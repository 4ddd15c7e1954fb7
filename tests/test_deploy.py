"""Production settings pass ``manage.py check --deploy`` (anchor: Django deployment checklist).

The checklist is docs.djangoproject.com/en/5.2/howto/deployment/checklist/; its
automated part is ``check --deploy`` (Django's ``security.*`` checks) plus
lcstore's own checks in lcstore/checks.py (E001 demo SECRET_KEY, W002 SQLite, W003 a
standby with a cache of each process).
"""

from __future__ import annotations

import os
import runpy
import secrets
import shutil
import subprocess
import sys
from io import StringIO
from pathlib import Path

import pytest
from django.core.management import call_command
from django.core.management.base import SystemCheckError
from django.test import override_settings

ROOT = Path(__file__).resolve().parent.parent
STRONG_KEY = secrets.token_urlsafe(50)

# What the production block of lcstore/settings.py sets with LCSTORE_HTTPS=1 and a
# SECRET_KEY / ALLOWED_HOSTS from the environment.
PRODUCTION = dict(
    DEBUG=False,
    SECRET_KEY=STRONG_KEY,
    ALLOWED_HOSTS=["lcstore.example.org"],
    SECURE_SSL_REDIRECT=True,
    SECURE_HSTS_SECONDS=31_536_000,
    SECURE_HSTS_INCLUDE_SUBDOMAINS=True,
    SECURE_HSTS_PRELOAD=True,
    SESSION_COOKIE_SECURE=True,
    CSRF_COOKIE_SECURE=True,
)

# The documented production environment (lcstore/settings.py, production block).
PRODUCTION_ENV = {
    "SECRET_KEY": STRONG_KEY,
    "ALLOWED_HOSTS": "lcstore.example.org",
    "DATABASE_URL": "postgres://lcstore@db.example.org:5432/lcstore",
    "LCSTORE_BEHIND_TLS_PROXY": "1",
}


def _check(fail_level: str = "WARNING") -> str:
    out = StringIO()
    call_command("check", "--deploy", "--fail-level", fail_level, stdout=out, stderr=out)
    return out.getvalue()


def test_production_settings_pass_the_deploy_check():
    with override_settings(**PRODUCTION):
        assert "no issues" in _check()


def test_the_suite_settings_are_not_production_ones():
    """Guards the check itself: without the production settings it does complain."""
    with pytest.raises(SystemCheckError) as err:
        _check()
    for check_id in ("security.W004", "security.W008", "security.W012", "security.W016"):
        assert check_id in str(err.value)


def test_the_demo_secret_key_is_refused_with_debug_off():
    from django.conf import settings

    with override_settings(**(PRODUCTION | {"SECRET_KEY": settings.LCSTORE_DEMO_SECRET_KEY})):
        with pytest.raises(SystemCheckError, match=r"lcstore\.E001"):
            _check("ERROR")


def test_the_demo_secret_key_may_be_allowed_explicitly():
    from django.conf import settings

    key = settings.LCSTORE_DEMO_SECRET_KEY
    with override_settings(
        **(PRODUCTION | {"SECRET_KEY": key, "LCSTORE_ALLOW_INSECURE_KEY": True})
    ):
        # Django's own W009 (weak key) still warns; lcstore's error is gone.
        assert "lcstore.E001" not in _check("ERROR")


def _settings_from(env: dict[str, str], monkeypatch: pytest.MonkeyPatch) -> dict[str, object]:
    """lcstore/settings.py executed afresh under ``env`` (its variables; the rest unset)."""
    for name in list(os.environ):
        if name.startswith(("LCSTORE_", "SECRET_KEY", "ALLOWED_HOSTS", "DEBUG")):
            monkeypatch.delenv(name)
    for name, value in env.items():
        monkeypatch.setenv(name, value)
    return runpy.run_path(str(ROOT / "lcstore" / "settings.py"))


@pytest.mark.parametrize("switch", ["LCSTORE_BEHIND_TLS_PROXY", "LCSTORE_HTTPS"])
def test_the_documented_environment_gives_the_production_settings(monkeypatch, switch):
    env = {k: v for k, v in PRODUCTION_ENV.items() if k != "LCSTORE_BEHIND_TLS_PROXY"}
    s = _settings_from(env | {switch: "1"}, monkeypatch)
    assert {k: s[k] for k in PRODUCTION} == PRODUCTION
    assert s["DATABASES"]["default"]["ENGINE"] == "django.db.backends.postgresql"
    proxy = ("HTTP_X_FORWARDED_PROTO", "https")
    assert s.get("SECURE_PROXY_SSL_HEADER") == (proxy if "PROXY" in switch else None)


@pytest.mark.parametrize("redis", [False, True])
def test_a_standby_with_a_cache_of_each_process_is_warned_of(monkeypatch, redis):
    """Read-your-writes marks live in the cache (lcstore/dbrouter.py): with a standby and
    several API processes they must be shared, so a per-process cache is warned of."""
    from lcstore.checks import replica_cache_warnings

    env = PRODUCTION_ENV | {
        "DATABASE_REPLICA_URL": "postgres://lcstore@standby.example.org/lcstore"
    }
    if redis:
        env["REDIS_URL"] = "redis://cache.example.org:6379/0"
    else:
        monkeypatch.delenv("REDIS_URL", raising=False)
    s = _settings_from(env, monkeypatch)
    ids = [w.id for w in replica_cache_warnings(s["DATABASES"], s["CACHES"])]
    assert ids == ([] if redis else ["lcstore.W003"])
    replica = s["DATABASES"]["replica"]
    assert replica["OPTIONS"]["connect_timeout"] == 3
    monkeypatch.delenv("DATABASE_REPLICA_URL")
    s = _settings_from({k: v for k, v in env.items() if k != "DATABASE_REPLICA_URL"}, monkeypatch)
    assert replica_cache_warnings(s["DATABASES"], s["CACHES"]) == []


def test_without_the_environment_plain_http_still_works(monkeypatch):
    """The demo and the suite: no redirect to HTTPS, no HSTS, cookies over HTTP."""
    s = _settings_from({}, monkeypatch)
    assert s["SECURE_SSL_REDIRECT"] is False and s["SECURE_HSTS_SECONDS"] == 0
    assert s["SESSION_COOKIE_SECURE"] is False and s["CSRF_COOKIE_SECURE"] is False
    assert s["SECRET_KEY"] == s["LCSTORE_DEMO_SECRET_KEY"]


def test_a_wsgi_worker_loads_the_urlconf_and_time_tables_at_start():
    """gunicorn's workers import lcstore.wsgi before their first request; what Django does
    lazily on a first request (import the URLconf, every view, scipy.stats) is done then."""
    probe = (
        "import sys\n"
        "assert 'api.urls' not in sys.modules and 'scipy.stats' not in sys.modules\n"
        "import lcstore.wsgi\n"
        "print(sorted(m for m in ('api.urls', 'api.views.analysis', 'scipy.stats') "
        "if m in sys.modules))\n"
    )
    env = {k: v for k, v in os.environ.items() if k != "DJANGO_SETTINGS_MODULE"}
    done = subprocess.run(
        [sys.executable, "-c", probe],
        cwd=ROOT,
        env=env,
        capture_output=True,
        text=True,
        timeout=120,
    )
    assert done.returncode == 0, done.stderr[-2000:]
    assert done.stdout.split("\n")[-2] == "['api.urls', 'api.views.analysis', 'scipy.stats']"


# ------------------------------------------------------------------ docker-compose.yml
# What the compose file must hold (issue 6): PostgreSQL, Redis, migrations once, the API
# under gunicorn and the task worker, health checks, and an environment lcstore reads.
# The file is checked as YAML here; a Docker Compose client, where one is installed,
# validates it against the Compose specification (`docker compose config`, or Debian's
# v1 `docker-compose config`; no engine is needed for that).

COMPOSE_FILE = ROOT / "docker-compose.yml"
LONG_RUNNING = ("db", "redis", "api", "worker")


def _compose_client() -> list[str] | None:
    """The argv prefix of an installed Compose client that answers `version`, or None."""
    for argv in (["docker", "compose"], ["docker-compose"]):
        if shutil.which(argv[0]) is None:
            continue
        try:
            done = subprocess.run([*argv, "version"], capture_output=True, timeout=60)
        except (OSError, subprocess.TimeoutExpired):
            continue
        if done.returncode == 0:
            return argv
    return None


def _compose_config(env_extra: dict[str, str]) -> tuple[list[str], subprocess.CompletedProcess]:
    client = _compose_client()
    if client is None:
        pytest.skip(
            "no Docker Compose client: neither `docker compose version` nor "
            "`docker-compose version` works (apt-get install docker-compose)"
        )
    env = {k: v for k, v in os.environ.items() if k != "SECRET_KEY"} | env_extra
    done = subprocess.run(
        [*client, "-f", str(COMPOSE_FILE), "config"],
        capture_output=True,
        text=True,
        timeout=120,
        env=env,
        cwd=ROOT,
    )
    return client, done


def _command_text(service: dict) -> str:
    cmd = service.get("command", "")
    return " ".join(cmd) if isinstance(cmd, list) else str(cmd)


def _check_compose(doc: dict) -> None:
    """The services, their commands, health checks and start order."""
    services = doc["services"]
    assert set(services) == {"db", "redis", "migrate", "api", "worker"}
    assert services["db"]["image"].startswith("postgres:")
    assert services["redis"]["image"].startswith("redis:")
    assert "gunicorn" in _command_text(services["api"])
    assert "lcstore.wsgi" in _command_text(services["api"])
    assert _command_text(services["worker"]).split()[-2:] == ["manage.py", "db_worker"]
    assert "migrate" in _command_text(services["migrate"])
    for name in LONG_RUNNING:
        test = services[name].get("healthcheck", {}).get("test")
        assert test and test[0] in ("CMD", "CMD-SHELL") and len(test) > 1, name
    assert "service_healthy" == services["migrate"]["depends_on"]["db"]["condition"]
    for name in ("api", "worker"):
        deps = services[name]["depends_on"]
        assert deps["db"]["condition"] == "service_healthy", name
        assert deps["redis"]["condition"] == "service_healthy", name
        assert deps["migrate"]["condition"] == "service_completed_successfully", name
    built = [n for n, s in services.items() if "build" in s]
    assert sorted(built) == ["api", "migrate", "worker"]


def _compose_yaml() -> dict:
    import yaml

    return yaml.safe_load(COMPOSE_FILE.read_text())


class _ReadRecorder(dict):
    """A stand-in for os.environ that remembers every variable name looked up."""

    def __init__(self, env: dict[str, str]):
        super().__init__(env)
        self.read: set[str] = set()

    def __getitem__(self, key: str) -> str:
        self.read.add(key)
        return super().__getitem__(key)

    def get(self, key: str, default: object = None) -> object:  # type: ignore[override]
        self.read.add(key)
        return super().get(key, default)

    def __contains__(self, key: object) -> bool:
        self.read.add(str(key))
        return super().__contains__(key)


def _check_app_environment(doc: dict) -> None:
    """Every variable set on a lcstore container is read by lcstore/settings.py, and means
    what the other services provide (PostgreSQL's user/password/database, Redis's host)."""
    services = doc["services"]
    db_env = services["db"]["environment"]
    for name in ("api", "worker", "migrate"):
        env = {k: str(v) for k, v in services[name]["environment"].items()}
        rec = _ReadRecorder(env)
        with pytest.MonkeyPatch.context() as mp:
            mp.setattr(os, "environ", rec)
            s = runpy.run_path(str(ROOT / "lcstore" / "settings.py"))
        assert sorted(set(env) - rec.read) == [], f"{name}: set but never read by settings"
        db = s["DATABASES"]["default"]
        assert db["ENGINE"] == "django.db.backends.postgresql"
        assert (db["HOST"], db["PORT"]) == ("db", 5432)
        assert db["USER"] == db_env["POSTGRES_USER"]
        assert db["PASSWORD"] == db_env["POSTGRES_PASSWORD"]
        assert db["NAME"] == db_env["POSTGRES_DB"]
        cache = s["CACHES"]["default"]
        assert cache["BACKEND"] == "django.core.cache.backends.redis.RedisCache"
        assert cache["LOCATION"].startswith("redis://redis:6379/")
        assert s["TASKS"]["default"]["BACKEND"] == "django_tasks_db.backend.DatabaseBackend"
        assert s["DEBUG"] is False


def test_compose_file_services_and_health_checks():
    _check_compose(_compose_yaml())


def test_compose_environment_is_what_settings_read():
    _check_app_environment(_compose_yaml())


def test_the_env_recorder_sees_an_unread_variable():
    """Guards the check above: a variable settings.py never reads is reported."""
    doc = _compose_yaml()
    doc["services"]["worker"]["environment"] = dict(
        doc["services"]["worker"]["environment"], LCSTORE_NO_SUCH_SETTING="1"
    )
    with pytest.raises(AssertionError, match="LCSTORE_NO_SUCH_SETTING"):
        _check_app_environment(doc)


def test_compose_config_validates():
    """`docker compose config` (or `docker-compose config`) accepts the file; its resolved
    form passes the same checks, with SECRET_KEY taken from the caller's environment."""
    import yaml

    key = secrets.token_urlsafe(50)
    client, done = _compose_config({"SECRET_KEY": key})
    assert done.returncode == 0, f"{' '.join(client)} config failed:\n{done.stderr}"
    doc = yaml.safe_load(done.stdout)
    _check_compose(doc)
    for name in ("api", "worker", "migrate"):
        assert doc["services"][name]["environment"]["SECRET_KEY"] == key
    _check_app_environment(doc)


def test_compose_refuses_to_run_without_a_secret_key():
    client, done = _compose_config({})
    assert done.returncode != 0
    assert "SECRET_KEY" in done.stderr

□ □ □ □ □ □ □

TASK PROMPT » When the word "SystemCheckError" shows up in a line of the material, count that line; report only the final number.

RESULT BELOW » 3